O gidince ben de kahvemi bitirip toplantı salonuna geçtim. Görüşmeler bittikten sonra başka bir yere gittik. Burada da görüşme yapacaktık. Yaklaşık 2 saat süren görüşmenin ardından tekrar kulübe geri döndük. Bu seferde röportaj vardı. Sırayla yabancı futbolcuların dediklerini çeviriyordum. Röportaj bittikten sonra odama geçip eşyalarımı topladım. Saat neredeyse 5 olmuştu. Otoparka inip arabama bindim. Bugün Barışla çok görüşememiştik. Yarın bir piknik yapacaklardı, ben de davetliydim. Eve gidip yarın ne giysem diye düşünmeye başladım. Dolabındaki kıyafetlere tek tek bakıyordum. Bu hafta ki kıyafet alış verişimi tamamlamıştım artık. Mavi kot pantolonumu seçmiştim. Bunun üzerine de lacivert tişörtümü çıkarttım. Bence gayet iyiydi. Ayakkabı olarak mavi converselerim olabilirdi. Çantaya gerek yoktu, arabamı çanta olarak kullanıyordum zaten. Kıyafetlerimi ütüledikten sonra kapıya asmıştım. Soğuk bir duş alıp kendime akşam yemeği hazırladım. Barış hiç mesaj da atmamıştı, merak etmiştim.

"Nasılsın?"
"İyiyim sen?"
"Ben de iyiyim.Bugün hiç görüşemedik."
"Evet ya, bugün yoğundu."
"Anladım. Ne yapıyorsun şimdi?"
"Duştan çıktım birazdan Kerem'in yanına gideceğim."
"Niye?"
"Yemek yapmış beni de davet etti."
"Hmm. Anladım."
"Sen de gelsene."
"Ben şu an yiyorum zaten."
"Öyle mi? Afiyet olsun."
"Gel beraber olsun demek isterdim."
"Birgün beraber olur."
"İnşallah."
"İnşallah. Ben şimdi çıkıyorum öptüm senii."
"Tamamdır ben de seni öptüm."

Telefonu kapatıp yemeğimi yemeye devam ettim. Bulaşıkları da yıkadıktan sonra salona geçip televizyonu açtım. Açar açmaz telefonum çalmıştı.

"Alo!"
"Acil Keremlere gel!"
"Noldu?"
"Acil gelir misin?"
"Konum atarsan gelirim!"
"Tamam yolladım gel!"

Telefonu kapattıktan sonra üzerime bir hırka alıp evden çıktım. Melina'nın gönderdiği konum bana yakındı, kısa bir sürede varmıştım. Hemen binadan içeri girip asansöre bindim. İndikten sonra mesajdaki numaraya bakıp kapıya vurdum.
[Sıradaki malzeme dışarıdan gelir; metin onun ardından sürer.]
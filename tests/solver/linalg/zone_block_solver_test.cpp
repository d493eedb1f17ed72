// The structured Newton solve (flexible GMRES on the whole system, block factorisation per
// species pair as preconditioner): same field as the general sparse LU path, linear solves checked against the
// assembled Jacobian, refusal of a Jacobian without the structure (and the LU fallback), and the
// implicit-Euler form of the balances.
#include <gtest/gtest.h>

#include <algorithm>
#include <cmath>
#include <limits>
#include <omp.h>

#include "case_fixtures.hpp"
#include "solver/oxygen/oxygen_field.hpp"
#include "solver/oxygen/oxygen_problem.hpp"
#include "solver/flow/transport.hpp"
#include "solver/linalg/zone_block_solver.hpp"

namespace oxystrat {
namespace {

using fixtures::Chain;

double max_abs(const std::vector<double>& v) {
  double m = 0.0;
  for (double x : v) m = std::max(m, std::abs(x));
  return m;
}

// The balances of a solved field, made a little non-trivial (state moved off the solution).
struct Balances {
  Chain ch;
  OxygenField f;
  SparseMatrix l;
  TransferCoefficients coeff;
  Uptake u;
  explicit Balances(const Case& c) : ch(c), f(solve_oxygen_field({c, ch.net, ch.hydro, ch.routing})) {
    l = transport_matrix(ch.net, ch.hydro.face_flow, ch.hydro.face_exchange);
    for (int k = 0; k < ch.net.size(); ++k) {
      coeff.transfer_o2.push_back(f.kla_1_s[k] * ch.net.volume[k]);
      coeff.transfer_co2.push_back(0.9 * f.kla_1_s[k] * ch.net.volume[k]);
      coeff.cstar_per_y_o2.push_back(f.cstar_mol_m3[k] / std::max(f.y_o2[k], 1e-3));
      coeff.cstar_per_y_co2.push_back(30.0);
      coeff.inert_mol_m3.push_back(4.0 * f.state[4 * k + 2]);
    }
    u.rate_mol_m3_s = c.culture.q_o2_max_mol_kg_s * c.culture.biomass_kg_m3;
    u.k_o2_mol_m3 = c.culture.k_o2_mol_m3;
    u.rq = 1.05;
  }
  OxygenProblem problem() const { return {ch.net, ch.routing, l, coeff, u, f.o2_in_mol_s, 0.01 * f.o2_in_mol_s}; }
};

// The balances with the implicit Euler terms -V (x - x_old) / h on the liquid rows, as a
// transient step adds them; states its zone layout so the structured solve takes it.
class EulerForm : public SteadyProblem {
 public:
  EulerForm(const OxygenProblem& p, const ZoneNetwork& net, Eigen::VectorXd old, double h)
      : p_(p), net_(net), old_(std::move(old)), h_(h) {}
  int size() const override { return p_.size(); }
  void residual(const Eigen::VectorXd& x, Eigen::VectorXd& r) const override {
    p_.residual(x, r);
    for (int k = 0; k < net_.size(); ++k) {
      for (int s = 0; s < 2; ++s) r[4 * k + s] -= net_.volume[k] * (x[4 * k + s] - old_[4 * k + s]) / h_;
    }
  }
  void jacobian(const Eigen::VectorXd& x, std::vector<Eigen::Triplet<double>>& t) const override {
    p_.jacobian(x, t);
    for (int k = 0; k < net_.size(); ++k) {
      for (int s = 0; s < 2; ++s) t.emplace_back(4 * k + s, 4 * k + s, -net_.volume[k] / h_);
    }
  }
  double residual_scale() const override { return p_.residual_scale(); }
  ZoneLayout zone_layout() const override { return p_.zone_layout(); }

 private:
  const OxygenProblem& p_;
  const ZoneNetwork& net_;
  Eigen::VectorXd old_;
  double h_;
};

// The balances with a liquid O2 row that also depends on the next zone's gas O2: a species
// coupled to another species across zones, which the layout does not allow.
class CrossCoupled : public SteadyProblem {
 public:
  explicit CrossCoupled(const OxygenProblem& p) : p_(p) {}
  int size() const override { return p_.size(); }
  void residual(const Eigen::VectorXd& x, Eigen::VectorXd& r) const override {
    p_.residual(x, r);
    for (int k = 0; k + 1 < size() / 4; ++k) r[4 * k] += kCoupling * x[4 * (k + 1) + 2];
  }
  void jacobian(const Eigen::VectorXd& x, std::vector<Eigen::Triplet<double>>& t) const override {
    p_.jacobian(x, t);
    for (int k = 0; k + 1 < size() / 4; ++k) t.emplace_back(4 * k, 4 * (k + 1) + 2, kCoupling);
  }
  double residual_scale() const override { return p_.residual_scale(); }
  ZoneLayout zone_layout() const override { return p_.zone_layout(); }

 private:
  static constexpr double kCoupling = 1e-15;  // [m3/s]: present in the pattern, too small to move the field
  const OxygenProblem& p_;
};

TEST(ScalarLu, SolvesATransportMatrixWithTransferDiagonalInBothModes) {
  // L - diag(T): the liquid block of the balances (column diagonally dominant).
  const Chain ch(fixtures::gassed_vessel(7, 18));
  SparseMatrix a = transport_matrix(ch.net, ch.hydro.face_flow, ch.hydro.face_exchange);
  for (int k = 0; k < a.rows(); ++k) a.coeffRef(k, k) -= 1e-3 * ch.net.volume[k] * (1.0 + std::sin(k));
  a.makeCompressed();
  Eigen::VectorXd b(a.rows());
  for (int i = 0; i < b.size(); ++i) b[i] = std::cos(1.3 * i);
  for (int from : {1 << 30, 1}) {  // plain columns, then Eigen's supernodal LU
    ScalarLu lu;
    ASSERT_TRUE(lu.factorize(a, from));
    for (int again = 0; again < 2; ++again) {  // a refactorisation keeps the ordering
      Eigen::VectorXd x = b;
      lu.solve(x);
      // A direct solve: residual at round-off, ~1e-16 x |A| |x| x fill; 1e-10 of |b| is generous.
      EXPECT_LE((a * x - b).norm(), 1e-10 * b.norm()) << from;
      ASSERT_TRUE(lu.factorize(a, from));
    }
    EXPECT_GT(lu.nonzeros(), a.nonZeros() / 2);
    // New values on the same pattern (a numeric-only refactorisation in the plain mode).
    SparseMatrix changed = a;
    for (int k = 0; k < changed.rows(); ++k) changed.coeffRef(k, k) *= 1.5 + 0.5 * std::cos(k);
    ASSERT_TRUE(lu.factorize(changed, from));
    Eigen::VectorXd x = b;
    lu.solve(x);
    EXPECT_LE((changed * x - b).norm(), 1e-10 * b.norm()) << from;  // as above
  }
  // A zero pivot (a structurally empty column) is refused, not divided by.
  SparseMatrix singular = a;
  for (SparseMatrix::InnerIterator it(singular, 3); it; ++it) it.valueRef() = 0.0;
  ScalarLu lu;
  EXPECT_FALSE(lu.factorize(singular));
}

TEST(ScalarLu, PairedRefactorisationAndSolveAreBitIdenticalToSingleOnes) {
  // Two blocks on one pattern (as the O2 and CO2 blocks are): refactor_both and solve_both
  // interleave the two eliminations, which must not change a single bit of either.
  const Chain ch(fixtures::gassed_vessel(7, 18));
  SparseMatrix a = transport_matrix(ch.net, ch.hydro.face_flow, ch.hydro.face_exchange);
  for (int k = 0; k < a.rows(); ++k) a.coeffRef(k, k) -= 1e-3 * ch.net.volume[k] * (1.0 + std::sin(k));
  a.makeCompressed();
  SparseMatrix b = a;
  for (int k = 0; k < b.rows(); ++k) b.coeffRef(k, k) *= 1.7 + 0.3 * std::cos(k);
  ScalarLu single_a, single_b, pair_a, pair_b;
  ASSERT_TRUE(single_a.factorize(a));
  ASSERT_TRUE(single_b.factorize(b));
  ASSERT_TRUE(pair_a.factorize(a));
  pair_b.adopt_symbolic(pair_a);
  ASSERT_TRUE(pair_b.factorize(b));
  ASSERT_TRUE(pair_a.same_symbolic(pair_b));
  // New values on the pattern: both refactorised together.
  for (SparseMatrix* m : {&a, &b}) {
    for (int k = 0; k < m->rows(); ++k) m->coeffRef(k, k) *= 1.1;
  }
  ASSERT_TRUE(single_a.factorize(a));
  ASSERT_TRUE(single_b.factorize(b));
  ASSERT_TRUE(ScalarLu::refactor_both(pair_a, a, pair_b, b));
  Eigen::VectorXd rhs_a(a.rows()), rhs_b(a.rows());
  for (int i = 0; i < rhs_a.size(); ++i) rhs_a[i] = std::cos(1.3 * i), rhs_b[i] = std::sin(0.7 * i);
  Eigen::VectorXd xa = rhs_a, xb = rhs_b, ya = rhs_a, yb = rhs_b;
  single_a.solve(xa);
  single_b.solve(xb);
  ScalarLu::solve_both(pair_a, pair_b, ya, yb);
  for (int i = 0; i < xa.size(); ++i) {
    EXPECT_EQ(xa[i], ya[i]) << i;  // exact: the same operations in the same order
    EXPECT_EQ(xb[i], yb[i]) << i;
  }
  // A block of another pattern is not refactorised as a pair.
  SparseMatrix other = a;
  other.coeffRef(0, a.rows() - 1) = 1e-9;
  other.makeCompressed();
  EXPECT_FALSE(ScalarLu::refactor_both(pair_a, a, pair_b, other));
}

TEST(ZoneBlockSolver, StructuredNewtonGivesTheFieldOfTheGeneralLu) {
  // A tall case with strong gas depletion and a starved region, and a small gassed vessel.
  for (const Case& c : {fixtures::gassed_vessel(6, 16), read_case_file(fixtures::source_dir() + "/cases/tall-3rushton.toml").data}) {
    const Chain ch(c);
    const OxygenContext ctx{c, ch.net, ch.hydro, ch.routing};
    NewtonOptions lu;
    lu.structured = false;
    const auto a = solve_oxygen_field(ctx);
    const auto b = solve_oxygen_field(ctx, -1.0, nullptr, nullptr, lu);
    EXPECT_GT(a.linear_iterations, 0);  // the structured path did the work
    EXPECT_EQ(b.linear_iterations, 0);
    // Both stop at a scaled residual below 1e-12 of the O2 fed, from different sides; measured
    // differences are ~1e-11 of the largest DO, 1e-8 leaves room for other grids and compilers
    // while staying far below any physical significance.
    const double scale = max_abs(b.do_mol_m3);
    for (int k = 0; k < ch.net.size(); ++k) {
      EXPECT_NEAR(a.do_mol_m3[k], b.do_mol_m3[k], 1e-8 * scale) << k;
      EXPECT_NEAR(a.co2_mol_m3[k], b.co2_mol_m3[k], 1e-8 * max_abs(b.co2_mol_m3)) << k;
    }
    EXPECT_NEAR(a.o2_balance_error, 0.0, 1e-12);  // the balance holds to round-off at any converged state
  }
}

// A state moved off the solution, so that the Jacobian is not the solution's.
Eigen::VectorXd moved_off(Eigen::VectorXd x) {
  for (int i = 0; i < x.size(); ++i) x[i] *= 1.0 + 0.2 * std::sin(3.0 * i);
  return x;
}

// The problem's Jacobian at x as its entry list t and assembled.
Eigen::SparseMatrix<double> assembled_jacobian(const SteadyProblem& p, const Eigen::VectorXd& x,
                                               std::vector<Eigen::Triplet<double>>& t) {
  p.jacobian(x, t);
  Eigen::SparseMatrix<double> j(p.size(), p.size());
  j.setFromTriplets(t.begin(), t.end());
  return j;
}

// A right-hand side over both phases: liquid rows of order one, gas rows a thousandth of it.
Eigen::VectorXd both_phases_rhs(int size) {
  Eigen::VectorXd b(size);
  for (int i = 0; i < size; ++i) b[i] = std::cos(0.7 * i) * (i % 4 < 2 ? 1.0 : 1e-3);
  return b;
}

TEST(ZoneBlockSolver, LinearSolveMeetsItsResidualOnTheAssembledJacobian) {
  const Balances bal(fixtures::gassed_vessel(5, 12));
  const auto p = bal.problem();
  const Eigen::VectorXd x = moved_off(bal.f.state);
  std::vector<Eigen::Triplet<double>> t;
  const auto j = assembled_jacobian(p, x, t);
  ZoneBlockSolver s;
  ASSERT_TRUE(s.accept(p.zone_layout(), t));
  ASSERT_TRUE(s.refresh_preconditioner());
  const Eigen::VectorXd b = both_phases_rhs(p.size());
  for (double tol : {1e-2, 1e-6, 1e-11}) {
    Eigen::VectorXd dx;
    ASSERT_TRUE(s.solve(b, dx, tol));
    // GMRES stops on its recurrence for the residual; the true residual, recomputed here from
    // the assembled matrix, agrees with it to round-off (1e-13 of |b| at this size).
    EXPECT_LE((j * dx - b).norm(), tol * b.norm() + 1e-13 * b.norm()) << tol;
    EXPECT_GT(s.last_iterations(), 0);
  }
  // The preconditioner kept from an earlier Jacobian still gives an accurate solve (more
  // iterations): the answer is set by the current Jacobian alone.
  Eigen::VectorXd x2 = x * 1.3;
  std::vector<Eigen::Triplet<double>> t2;
  const auto j2 = assembled_jacobian(p, x2, t2);
  ASSERT_TRUE(s.accept(p.zone_layout(), t2));
  Eigen::VectorXd dx;
  ASSERT_TRUE(s.solve(b, dx, 1e-10));
  EXPECT_LE((j2 * dx - b).norm(), 1e-10 * b.norm() + 1e-13 * b.norm());
}

TEST(ZoneBlockSolver, JacobianByPartsIsTheListedJacobian) {
  const Balances bal(fixtures::gassed_vessel(5, 12));
  const auto p = bal.problem();
  const Eigen::VectorXd x = moved_off(bal.f.state);
  std::vector<Eigen::Triplet<double>> t;
  const auto j = assembled_jacobian(p, x, t);
  const Eigen::VectorXd b = both_phases_rhs(p.size());
  for (int multigrid_from : {1 << 30, 1}) {  // exact LU blocks, then multigrid
    SolverOptions o;
    o.multigrid_from_zones = multigrid_from;
    o.multigrid_coarsest_size = 20;  // a real hierarchy on this small network
    ZoneBlockSolver listed, parts;
    listed.set_options(o);
    parts.set_options(o);
    ASSERT_TRUE(listed.accept(p.zone_layout(), t) && listed.refresh_preconditioner());
    ZoneTransports transports;
    ASSERT_TRUE(p.jacobian_parts(x, parts.begin_parts(p.zone_layout()), transports));
    ASSERT_TRUE(parts.accept_parts(transports) && parts.refresh_preconditioner());
    Eigen::VectorXd dx_listed, dx_parts;
    ASSERT_TRUE(listed.solve(b, dx_listed, 1e-11));
    ASSERT_TRUE(parts.solve(b, dx_parts, 1e-11));
    // The parts are the assembled matrix: its true residual meets the tolerance (GMRES's
    // recurrence agrees with it to round-off, 1e-13 of |b| as above), and both solves agree to
    // round-off (the same entries summed in another order; 4e-15 relative measured).
    EXPECT_LE((j * dx_parts - b).norm(), 1e-11 * b.norm() + 1e-13 * b.norm()) << multigrid_from;
    EXPECT_LE((dx_parts - dx_listed).norm(), 1e-12 * dx_listed.norm()) << multigrid_from;
  }
}

TEST(ZoneBlockSolver, PartsWithoutAStoredDiagonalAreRefused) {
  const Balances bal(fixtures::gassed_vessel(4, 10));
  const auto p = bal.problem();
  ZoneTransports transports;
  ZoneBlockSolver s;
  ASSERT_TRUE(p.jacobian_parts(bal.f.state, s.begin_parts(p.zone_layout()), transports));
  // The liquid transport without zone 3's diagonal entry: the preconditioner could not add the
  // zone-local diagonal to it, so the parts are refused and Newton lists the Jacobian instead.
  Eigen::SparseMatrix<double> holed = *transports.liquid;
  holed.prune([](int row, int col, double) { return row != 3 || col != 3; });
  holed.makeCompressed();
  ZoneTransports bad = transports;
  bad.liquid = &holed;
  EXPECT_FALSE(s.accept_parts(bad));
  EXPECT_TRUE(s.accept_parts(transports));
}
"Hoş geldin!" Dedi Barış kapıyı açarak.
"Hoş buldum da noluyor?"
"Gel gel!" Dedi elimden tutup içeri doğru çekerken.
"İyi ki doğdun Umay!" Dediklerinde konfetileri patlatmışlardı. Melina elinde bir pastayla yanıma geldi.
"İyi ki doğdun, iyi ki doğdum." Ayıp olmasın diye mumları üfleyip kanepeye oturdum. Boş boş halı desenlerini izliyordum.
"İyi misin?" Dedi Kerem yanıma gelerek.
"Hayır!"
"Noldu?" Dedi Barış.
"Doğum günümden nefret ediyorum!"
"Umay lütfen! Sırası değil."
"Kutlamak istemediğimi bildiğin halde niye?"
"Bugün benim de doğum günüm farkındaysan."
"Kendi doğum gününü kutla o zaman!"
"Bu kadar agresif olmaya gerek var mı?"
"Sevmiyorum anlasana!"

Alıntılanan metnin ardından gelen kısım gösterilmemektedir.